Would you copy each line of the records that includes the word "winding"?
Segment Start: Records to process
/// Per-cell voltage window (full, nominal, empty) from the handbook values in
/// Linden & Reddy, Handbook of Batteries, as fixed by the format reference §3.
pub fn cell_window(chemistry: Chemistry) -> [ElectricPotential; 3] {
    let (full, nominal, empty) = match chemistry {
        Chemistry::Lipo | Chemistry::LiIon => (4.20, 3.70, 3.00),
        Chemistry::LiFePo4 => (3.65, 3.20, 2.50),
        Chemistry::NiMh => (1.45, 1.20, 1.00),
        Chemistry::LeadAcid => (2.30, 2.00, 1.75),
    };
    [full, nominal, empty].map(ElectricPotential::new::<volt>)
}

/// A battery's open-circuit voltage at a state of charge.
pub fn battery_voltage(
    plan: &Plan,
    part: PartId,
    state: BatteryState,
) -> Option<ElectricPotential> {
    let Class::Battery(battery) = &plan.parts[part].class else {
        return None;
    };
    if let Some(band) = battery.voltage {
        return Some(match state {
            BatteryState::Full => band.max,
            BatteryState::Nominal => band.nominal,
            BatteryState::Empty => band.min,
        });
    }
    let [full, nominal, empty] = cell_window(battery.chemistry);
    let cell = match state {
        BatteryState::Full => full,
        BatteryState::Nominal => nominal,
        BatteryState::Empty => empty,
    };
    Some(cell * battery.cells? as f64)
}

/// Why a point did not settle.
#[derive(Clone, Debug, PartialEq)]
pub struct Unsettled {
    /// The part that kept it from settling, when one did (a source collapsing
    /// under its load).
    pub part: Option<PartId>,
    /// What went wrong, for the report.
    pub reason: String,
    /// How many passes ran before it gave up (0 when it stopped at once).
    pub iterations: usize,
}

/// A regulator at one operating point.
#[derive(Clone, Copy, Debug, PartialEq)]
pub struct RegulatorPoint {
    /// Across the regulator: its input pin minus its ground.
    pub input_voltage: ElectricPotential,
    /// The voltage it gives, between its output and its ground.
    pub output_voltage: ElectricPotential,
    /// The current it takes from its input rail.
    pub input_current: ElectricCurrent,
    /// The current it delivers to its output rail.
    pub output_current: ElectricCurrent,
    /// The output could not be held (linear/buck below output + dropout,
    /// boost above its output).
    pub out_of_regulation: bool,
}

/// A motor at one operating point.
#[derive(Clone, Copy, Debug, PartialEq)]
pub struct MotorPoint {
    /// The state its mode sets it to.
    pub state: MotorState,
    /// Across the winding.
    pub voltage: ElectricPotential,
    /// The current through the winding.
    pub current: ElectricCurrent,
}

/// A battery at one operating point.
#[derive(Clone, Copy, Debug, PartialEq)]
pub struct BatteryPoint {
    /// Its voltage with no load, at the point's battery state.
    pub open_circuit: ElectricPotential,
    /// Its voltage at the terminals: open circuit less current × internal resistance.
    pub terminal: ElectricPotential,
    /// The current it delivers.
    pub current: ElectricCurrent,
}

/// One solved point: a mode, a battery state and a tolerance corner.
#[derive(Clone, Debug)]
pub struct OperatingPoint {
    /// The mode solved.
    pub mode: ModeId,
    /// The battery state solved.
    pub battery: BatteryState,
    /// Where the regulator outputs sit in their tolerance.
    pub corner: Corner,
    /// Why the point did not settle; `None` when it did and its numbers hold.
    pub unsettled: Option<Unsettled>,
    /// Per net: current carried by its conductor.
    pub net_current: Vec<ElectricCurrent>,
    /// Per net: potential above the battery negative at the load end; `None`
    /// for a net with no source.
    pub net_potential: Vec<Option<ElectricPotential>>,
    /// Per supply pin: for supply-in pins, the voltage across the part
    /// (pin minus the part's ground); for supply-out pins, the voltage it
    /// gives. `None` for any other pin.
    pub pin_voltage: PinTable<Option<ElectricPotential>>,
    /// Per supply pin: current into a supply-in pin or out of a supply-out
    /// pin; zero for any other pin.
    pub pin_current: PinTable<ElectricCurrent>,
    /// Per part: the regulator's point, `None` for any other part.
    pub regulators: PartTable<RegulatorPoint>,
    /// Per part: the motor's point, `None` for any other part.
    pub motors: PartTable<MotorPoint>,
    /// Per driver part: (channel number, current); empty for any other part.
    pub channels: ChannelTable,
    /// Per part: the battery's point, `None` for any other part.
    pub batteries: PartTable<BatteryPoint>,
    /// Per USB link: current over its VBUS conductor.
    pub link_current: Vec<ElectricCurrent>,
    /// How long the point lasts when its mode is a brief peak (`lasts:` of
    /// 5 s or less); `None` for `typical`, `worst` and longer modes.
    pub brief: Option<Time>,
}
Segment End: Records to process
Segment Start: Records to process
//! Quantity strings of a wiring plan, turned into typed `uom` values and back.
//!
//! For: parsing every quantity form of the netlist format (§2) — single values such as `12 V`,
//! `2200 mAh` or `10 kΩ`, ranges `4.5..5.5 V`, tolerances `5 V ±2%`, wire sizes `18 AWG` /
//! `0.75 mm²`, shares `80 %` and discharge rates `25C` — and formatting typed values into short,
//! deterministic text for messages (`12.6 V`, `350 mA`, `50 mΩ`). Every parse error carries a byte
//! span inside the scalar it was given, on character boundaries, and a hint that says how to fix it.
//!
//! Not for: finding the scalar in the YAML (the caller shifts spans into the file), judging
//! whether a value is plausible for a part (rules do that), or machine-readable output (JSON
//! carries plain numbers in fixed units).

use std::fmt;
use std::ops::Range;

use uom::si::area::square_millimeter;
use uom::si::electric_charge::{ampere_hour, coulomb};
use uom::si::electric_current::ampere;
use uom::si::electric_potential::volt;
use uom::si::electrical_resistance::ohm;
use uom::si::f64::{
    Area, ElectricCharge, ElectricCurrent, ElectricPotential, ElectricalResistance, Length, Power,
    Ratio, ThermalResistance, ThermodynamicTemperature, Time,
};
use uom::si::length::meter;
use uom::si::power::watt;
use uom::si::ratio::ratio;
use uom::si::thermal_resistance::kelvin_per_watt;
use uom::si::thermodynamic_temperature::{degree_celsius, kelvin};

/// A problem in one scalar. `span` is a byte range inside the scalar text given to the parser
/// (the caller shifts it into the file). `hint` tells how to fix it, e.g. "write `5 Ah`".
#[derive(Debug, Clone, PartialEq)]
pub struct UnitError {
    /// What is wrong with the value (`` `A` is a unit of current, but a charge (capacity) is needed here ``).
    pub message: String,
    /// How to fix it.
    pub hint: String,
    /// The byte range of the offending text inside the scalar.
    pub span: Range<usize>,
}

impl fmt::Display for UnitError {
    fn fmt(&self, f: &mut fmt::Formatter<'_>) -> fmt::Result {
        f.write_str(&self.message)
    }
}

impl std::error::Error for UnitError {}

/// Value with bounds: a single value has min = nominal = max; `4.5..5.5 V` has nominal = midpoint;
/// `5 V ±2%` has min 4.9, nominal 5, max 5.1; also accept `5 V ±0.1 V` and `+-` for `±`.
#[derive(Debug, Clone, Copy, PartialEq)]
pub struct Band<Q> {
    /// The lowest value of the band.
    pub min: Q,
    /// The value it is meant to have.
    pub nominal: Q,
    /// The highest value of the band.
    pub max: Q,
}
Segment End: Records to process
Segment Start: Records to process
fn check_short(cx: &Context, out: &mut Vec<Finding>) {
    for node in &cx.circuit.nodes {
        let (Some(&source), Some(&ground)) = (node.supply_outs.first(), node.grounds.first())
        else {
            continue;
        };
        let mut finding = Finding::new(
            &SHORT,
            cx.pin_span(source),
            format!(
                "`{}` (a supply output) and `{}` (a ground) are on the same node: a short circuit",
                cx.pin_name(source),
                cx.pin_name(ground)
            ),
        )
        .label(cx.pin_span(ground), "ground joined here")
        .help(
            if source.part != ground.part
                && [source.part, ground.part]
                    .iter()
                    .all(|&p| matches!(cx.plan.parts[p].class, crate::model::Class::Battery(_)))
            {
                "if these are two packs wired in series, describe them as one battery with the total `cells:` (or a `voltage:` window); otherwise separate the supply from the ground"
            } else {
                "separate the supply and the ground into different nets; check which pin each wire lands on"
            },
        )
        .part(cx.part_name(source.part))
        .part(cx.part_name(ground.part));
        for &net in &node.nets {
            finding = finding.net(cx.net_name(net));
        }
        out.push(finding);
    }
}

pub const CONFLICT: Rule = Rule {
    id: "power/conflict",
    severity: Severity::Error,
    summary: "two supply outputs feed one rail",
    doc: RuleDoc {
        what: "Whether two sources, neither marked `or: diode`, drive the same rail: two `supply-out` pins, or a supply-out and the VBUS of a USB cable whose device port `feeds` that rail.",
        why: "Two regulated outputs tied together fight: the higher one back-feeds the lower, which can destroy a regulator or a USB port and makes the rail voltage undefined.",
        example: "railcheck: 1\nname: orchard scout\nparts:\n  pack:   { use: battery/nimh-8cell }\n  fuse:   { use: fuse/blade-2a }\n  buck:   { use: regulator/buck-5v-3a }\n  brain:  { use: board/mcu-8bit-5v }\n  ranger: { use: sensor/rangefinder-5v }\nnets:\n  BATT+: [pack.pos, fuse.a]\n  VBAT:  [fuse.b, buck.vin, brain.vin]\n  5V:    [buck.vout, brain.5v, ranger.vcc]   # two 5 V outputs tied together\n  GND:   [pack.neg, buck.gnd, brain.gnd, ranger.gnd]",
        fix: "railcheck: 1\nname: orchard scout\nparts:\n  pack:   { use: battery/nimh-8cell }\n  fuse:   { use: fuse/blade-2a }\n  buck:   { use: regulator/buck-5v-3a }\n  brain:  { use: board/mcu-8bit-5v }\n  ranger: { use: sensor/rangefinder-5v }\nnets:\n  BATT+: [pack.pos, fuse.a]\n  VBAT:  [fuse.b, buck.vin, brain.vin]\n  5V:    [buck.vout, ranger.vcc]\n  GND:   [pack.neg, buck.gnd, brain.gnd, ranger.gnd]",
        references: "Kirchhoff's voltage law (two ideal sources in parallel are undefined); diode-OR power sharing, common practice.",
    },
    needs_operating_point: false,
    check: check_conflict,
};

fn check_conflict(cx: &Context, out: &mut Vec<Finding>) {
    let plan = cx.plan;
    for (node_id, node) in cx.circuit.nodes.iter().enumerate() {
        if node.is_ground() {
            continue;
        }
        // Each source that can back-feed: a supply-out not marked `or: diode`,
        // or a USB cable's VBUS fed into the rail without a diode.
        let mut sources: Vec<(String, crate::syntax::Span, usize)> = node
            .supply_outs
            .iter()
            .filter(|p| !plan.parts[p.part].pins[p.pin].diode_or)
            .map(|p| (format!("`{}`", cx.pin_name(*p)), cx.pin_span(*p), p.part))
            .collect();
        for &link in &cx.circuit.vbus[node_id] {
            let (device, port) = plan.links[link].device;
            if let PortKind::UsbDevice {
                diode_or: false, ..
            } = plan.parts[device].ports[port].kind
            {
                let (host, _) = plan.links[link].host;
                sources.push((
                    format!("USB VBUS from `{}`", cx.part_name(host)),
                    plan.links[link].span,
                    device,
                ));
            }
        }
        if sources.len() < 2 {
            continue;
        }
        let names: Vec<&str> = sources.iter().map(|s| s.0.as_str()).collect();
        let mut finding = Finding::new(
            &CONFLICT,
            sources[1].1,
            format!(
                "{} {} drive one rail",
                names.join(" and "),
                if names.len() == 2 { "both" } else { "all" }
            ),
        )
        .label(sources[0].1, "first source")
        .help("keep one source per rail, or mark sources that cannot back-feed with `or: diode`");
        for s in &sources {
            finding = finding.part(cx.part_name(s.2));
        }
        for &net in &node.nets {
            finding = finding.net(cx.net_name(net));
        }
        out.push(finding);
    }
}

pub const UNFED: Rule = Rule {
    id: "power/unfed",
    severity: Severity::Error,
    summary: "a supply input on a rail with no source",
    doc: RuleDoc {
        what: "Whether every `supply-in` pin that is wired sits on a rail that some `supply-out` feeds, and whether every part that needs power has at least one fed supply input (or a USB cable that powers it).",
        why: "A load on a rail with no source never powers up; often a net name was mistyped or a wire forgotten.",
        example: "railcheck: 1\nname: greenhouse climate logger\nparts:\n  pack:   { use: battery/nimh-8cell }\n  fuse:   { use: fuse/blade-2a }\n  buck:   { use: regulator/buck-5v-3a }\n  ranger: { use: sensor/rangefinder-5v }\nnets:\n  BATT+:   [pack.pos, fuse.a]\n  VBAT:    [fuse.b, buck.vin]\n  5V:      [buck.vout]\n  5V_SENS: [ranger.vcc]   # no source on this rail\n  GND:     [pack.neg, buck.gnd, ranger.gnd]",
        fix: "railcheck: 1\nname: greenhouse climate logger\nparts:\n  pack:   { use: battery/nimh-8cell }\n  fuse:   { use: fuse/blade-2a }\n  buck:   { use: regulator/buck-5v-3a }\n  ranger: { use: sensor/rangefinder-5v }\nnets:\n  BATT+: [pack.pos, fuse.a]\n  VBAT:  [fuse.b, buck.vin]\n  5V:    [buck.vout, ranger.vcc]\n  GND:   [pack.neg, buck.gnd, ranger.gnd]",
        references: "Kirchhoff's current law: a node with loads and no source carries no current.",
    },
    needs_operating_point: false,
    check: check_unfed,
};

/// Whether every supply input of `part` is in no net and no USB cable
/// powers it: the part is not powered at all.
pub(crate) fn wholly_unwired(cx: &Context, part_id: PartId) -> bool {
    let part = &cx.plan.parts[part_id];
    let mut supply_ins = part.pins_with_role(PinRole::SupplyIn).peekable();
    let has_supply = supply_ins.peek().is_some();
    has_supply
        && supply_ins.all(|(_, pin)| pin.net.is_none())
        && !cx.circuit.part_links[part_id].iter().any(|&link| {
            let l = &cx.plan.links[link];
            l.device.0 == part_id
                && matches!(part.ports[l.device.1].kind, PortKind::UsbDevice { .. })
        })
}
Segment End: Records to process
Completed task:
    /// Across the winding.
    /// The current through the winding.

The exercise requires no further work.